WHAT IS REQUIRED ▸ Copy each line of the records below, from the first through the one that contains "let range = load_text(s, &mut", exactly as written.

THE INPUT ▸
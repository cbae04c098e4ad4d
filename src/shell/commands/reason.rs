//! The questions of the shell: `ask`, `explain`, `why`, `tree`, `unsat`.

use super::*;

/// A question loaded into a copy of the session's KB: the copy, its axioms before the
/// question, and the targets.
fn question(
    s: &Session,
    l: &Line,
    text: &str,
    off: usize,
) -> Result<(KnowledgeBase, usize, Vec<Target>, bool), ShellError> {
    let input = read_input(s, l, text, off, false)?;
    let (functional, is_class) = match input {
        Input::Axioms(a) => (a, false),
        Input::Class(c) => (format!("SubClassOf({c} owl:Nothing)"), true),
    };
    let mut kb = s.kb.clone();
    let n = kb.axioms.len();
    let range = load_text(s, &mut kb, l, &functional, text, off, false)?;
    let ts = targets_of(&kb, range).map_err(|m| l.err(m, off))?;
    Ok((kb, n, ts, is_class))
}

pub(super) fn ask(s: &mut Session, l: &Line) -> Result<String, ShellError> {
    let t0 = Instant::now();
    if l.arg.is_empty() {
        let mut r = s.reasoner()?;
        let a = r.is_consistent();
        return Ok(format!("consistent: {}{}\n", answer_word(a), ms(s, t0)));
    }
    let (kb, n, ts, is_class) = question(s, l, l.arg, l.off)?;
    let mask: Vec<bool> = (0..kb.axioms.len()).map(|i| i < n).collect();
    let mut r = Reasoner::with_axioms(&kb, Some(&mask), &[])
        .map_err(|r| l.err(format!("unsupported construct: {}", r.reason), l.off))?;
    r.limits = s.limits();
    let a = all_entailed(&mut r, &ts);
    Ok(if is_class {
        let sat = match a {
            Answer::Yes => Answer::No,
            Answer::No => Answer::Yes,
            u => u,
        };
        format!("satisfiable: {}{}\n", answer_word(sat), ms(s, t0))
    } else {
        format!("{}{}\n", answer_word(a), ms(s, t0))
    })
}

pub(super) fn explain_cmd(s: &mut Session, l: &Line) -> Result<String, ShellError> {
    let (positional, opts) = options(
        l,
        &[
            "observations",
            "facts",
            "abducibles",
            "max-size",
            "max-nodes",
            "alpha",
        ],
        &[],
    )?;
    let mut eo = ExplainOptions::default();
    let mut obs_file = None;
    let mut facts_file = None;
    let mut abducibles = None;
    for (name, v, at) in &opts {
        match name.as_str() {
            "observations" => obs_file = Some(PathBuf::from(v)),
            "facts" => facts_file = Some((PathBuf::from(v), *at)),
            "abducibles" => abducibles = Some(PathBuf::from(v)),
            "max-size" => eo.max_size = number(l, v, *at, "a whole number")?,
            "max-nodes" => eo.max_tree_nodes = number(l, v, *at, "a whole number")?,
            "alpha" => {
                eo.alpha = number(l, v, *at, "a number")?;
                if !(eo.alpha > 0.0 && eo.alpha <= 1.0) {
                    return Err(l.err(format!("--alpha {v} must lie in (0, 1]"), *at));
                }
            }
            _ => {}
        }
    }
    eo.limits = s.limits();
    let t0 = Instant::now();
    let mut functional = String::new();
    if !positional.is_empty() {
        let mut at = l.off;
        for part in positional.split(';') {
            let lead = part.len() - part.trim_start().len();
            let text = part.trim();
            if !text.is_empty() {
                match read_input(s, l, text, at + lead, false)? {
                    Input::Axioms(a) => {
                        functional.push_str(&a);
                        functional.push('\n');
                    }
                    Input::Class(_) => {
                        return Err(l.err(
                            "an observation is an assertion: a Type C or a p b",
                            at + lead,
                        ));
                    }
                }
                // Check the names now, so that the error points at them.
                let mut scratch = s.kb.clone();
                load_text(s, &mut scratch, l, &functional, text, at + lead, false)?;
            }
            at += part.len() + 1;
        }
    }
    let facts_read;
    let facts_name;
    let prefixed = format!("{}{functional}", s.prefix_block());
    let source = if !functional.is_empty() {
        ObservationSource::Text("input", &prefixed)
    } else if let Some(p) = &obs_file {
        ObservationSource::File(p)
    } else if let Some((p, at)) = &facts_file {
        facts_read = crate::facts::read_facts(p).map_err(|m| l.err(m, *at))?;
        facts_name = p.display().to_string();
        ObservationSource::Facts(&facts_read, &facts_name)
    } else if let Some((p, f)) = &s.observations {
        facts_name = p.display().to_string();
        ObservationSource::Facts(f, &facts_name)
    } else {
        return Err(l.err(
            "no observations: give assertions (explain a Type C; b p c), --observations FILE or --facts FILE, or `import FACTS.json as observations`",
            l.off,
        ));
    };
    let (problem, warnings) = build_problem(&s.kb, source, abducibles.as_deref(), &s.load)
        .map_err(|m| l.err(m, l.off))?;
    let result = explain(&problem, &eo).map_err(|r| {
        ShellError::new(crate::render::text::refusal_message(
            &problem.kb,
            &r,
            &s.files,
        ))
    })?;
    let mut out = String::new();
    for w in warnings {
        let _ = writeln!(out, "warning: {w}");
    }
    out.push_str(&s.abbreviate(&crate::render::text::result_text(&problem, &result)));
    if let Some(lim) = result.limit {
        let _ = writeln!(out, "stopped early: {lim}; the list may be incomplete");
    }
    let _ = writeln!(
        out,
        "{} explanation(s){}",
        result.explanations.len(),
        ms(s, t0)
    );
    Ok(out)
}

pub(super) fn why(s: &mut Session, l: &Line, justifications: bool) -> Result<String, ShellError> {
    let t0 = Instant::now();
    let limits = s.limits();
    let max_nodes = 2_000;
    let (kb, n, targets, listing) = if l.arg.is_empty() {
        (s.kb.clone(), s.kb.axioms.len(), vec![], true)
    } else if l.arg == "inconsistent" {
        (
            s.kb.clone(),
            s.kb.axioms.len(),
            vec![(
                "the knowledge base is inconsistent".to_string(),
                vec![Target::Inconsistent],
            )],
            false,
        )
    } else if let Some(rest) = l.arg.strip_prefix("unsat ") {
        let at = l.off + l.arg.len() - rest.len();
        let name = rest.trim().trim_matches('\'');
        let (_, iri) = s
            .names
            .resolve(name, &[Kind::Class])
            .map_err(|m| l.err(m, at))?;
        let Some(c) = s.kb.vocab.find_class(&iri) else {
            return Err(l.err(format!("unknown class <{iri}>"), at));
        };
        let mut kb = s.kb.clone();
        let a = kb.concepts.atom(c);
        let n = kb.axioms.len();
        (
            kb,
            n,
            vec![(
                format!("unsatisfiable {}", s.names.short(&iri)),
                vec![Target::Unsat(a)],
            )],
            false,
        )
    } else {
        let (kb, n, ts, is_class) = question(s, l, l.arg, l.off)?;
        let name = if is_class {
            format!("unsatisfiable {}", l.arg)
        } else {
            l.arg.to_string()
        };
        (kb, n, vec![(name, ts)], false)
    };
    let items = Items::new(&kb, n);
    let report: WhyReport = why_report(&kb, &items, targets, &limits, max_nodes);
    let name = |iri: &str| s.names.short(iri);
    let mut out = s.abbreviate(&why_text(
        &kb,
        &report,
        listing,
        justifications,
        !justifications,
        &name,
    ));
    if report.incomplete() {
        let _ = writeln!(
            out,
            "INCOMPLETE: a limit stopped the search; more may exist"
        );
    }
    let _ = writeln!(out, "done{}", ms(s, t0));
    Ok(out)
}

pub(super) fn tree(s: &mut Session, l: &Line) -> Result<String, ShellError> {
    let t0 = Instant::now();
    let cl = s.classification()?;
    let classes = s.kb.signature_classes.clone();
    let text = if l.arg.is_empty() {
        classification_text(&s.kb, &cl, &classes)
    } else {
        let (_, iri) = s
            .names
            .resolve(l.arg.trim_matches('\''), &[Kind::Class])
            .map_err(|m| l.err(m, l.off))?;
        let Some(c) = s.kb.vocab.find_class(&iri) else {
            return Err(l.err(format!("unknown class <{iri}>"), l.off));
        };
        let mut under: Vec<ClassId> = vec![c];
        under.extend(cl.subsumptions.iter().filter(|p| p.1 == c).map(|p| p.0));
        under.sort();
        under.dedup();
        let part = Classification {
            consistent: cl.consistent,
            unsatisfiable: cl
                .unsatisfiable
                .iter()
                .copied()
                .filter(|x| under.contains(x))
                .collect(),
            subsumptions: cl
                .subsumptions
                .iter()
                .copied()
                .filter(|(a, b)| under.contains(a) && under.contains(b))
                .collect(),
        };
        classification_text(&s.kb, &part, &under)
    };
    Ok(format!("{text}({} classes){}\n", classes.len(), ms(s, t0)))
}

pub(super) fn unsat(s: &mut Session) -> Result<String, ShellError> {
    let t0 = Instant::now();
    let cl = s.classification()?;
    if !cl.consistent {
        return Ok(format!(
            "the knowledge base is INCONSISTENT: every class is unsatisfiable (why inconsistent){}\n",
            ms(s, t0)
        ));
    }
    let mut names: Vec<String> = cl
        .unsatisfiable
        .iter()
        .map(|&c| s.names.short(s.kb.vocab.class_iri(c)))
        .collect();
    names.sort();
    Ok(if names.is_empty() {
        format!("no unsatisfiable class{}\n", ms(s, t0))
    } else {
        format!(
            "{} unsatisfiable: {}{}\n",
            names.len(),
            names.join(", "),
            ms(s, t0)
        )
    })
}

ANSWER SECTION ▸
repository cbae04c098e4ad4d
filename src/shell/commands/reason.rs
//! The questions of the shell: `ask`, `explain`, `why`, `tree`, `unsat`.

use super::*;

/// A question loaded into a copy of the session's KB: the copy, its axioms before the
/// question, and the targets.
fn question(
    s: &Session,
    l: &Line,
    text: &str,
    off: usize,
) -> Result<(KnowledgeBase, usize, Vec<Target>, bool), ShellError> {
    let input = read_input(s, l, text, off, false)?;
    let (functional, is_class) = match input {
        Input::Axioms(a) => (a, false),
        Input::Class(c) => (format!("SubClassOf({c} owl:Nothing)"), true),
    };
    let mut kb = s.kb.clone();
    let n = kb.axioms.len();
    let range = load_text(s, &mut kb, l, &functional, text, off, false)?;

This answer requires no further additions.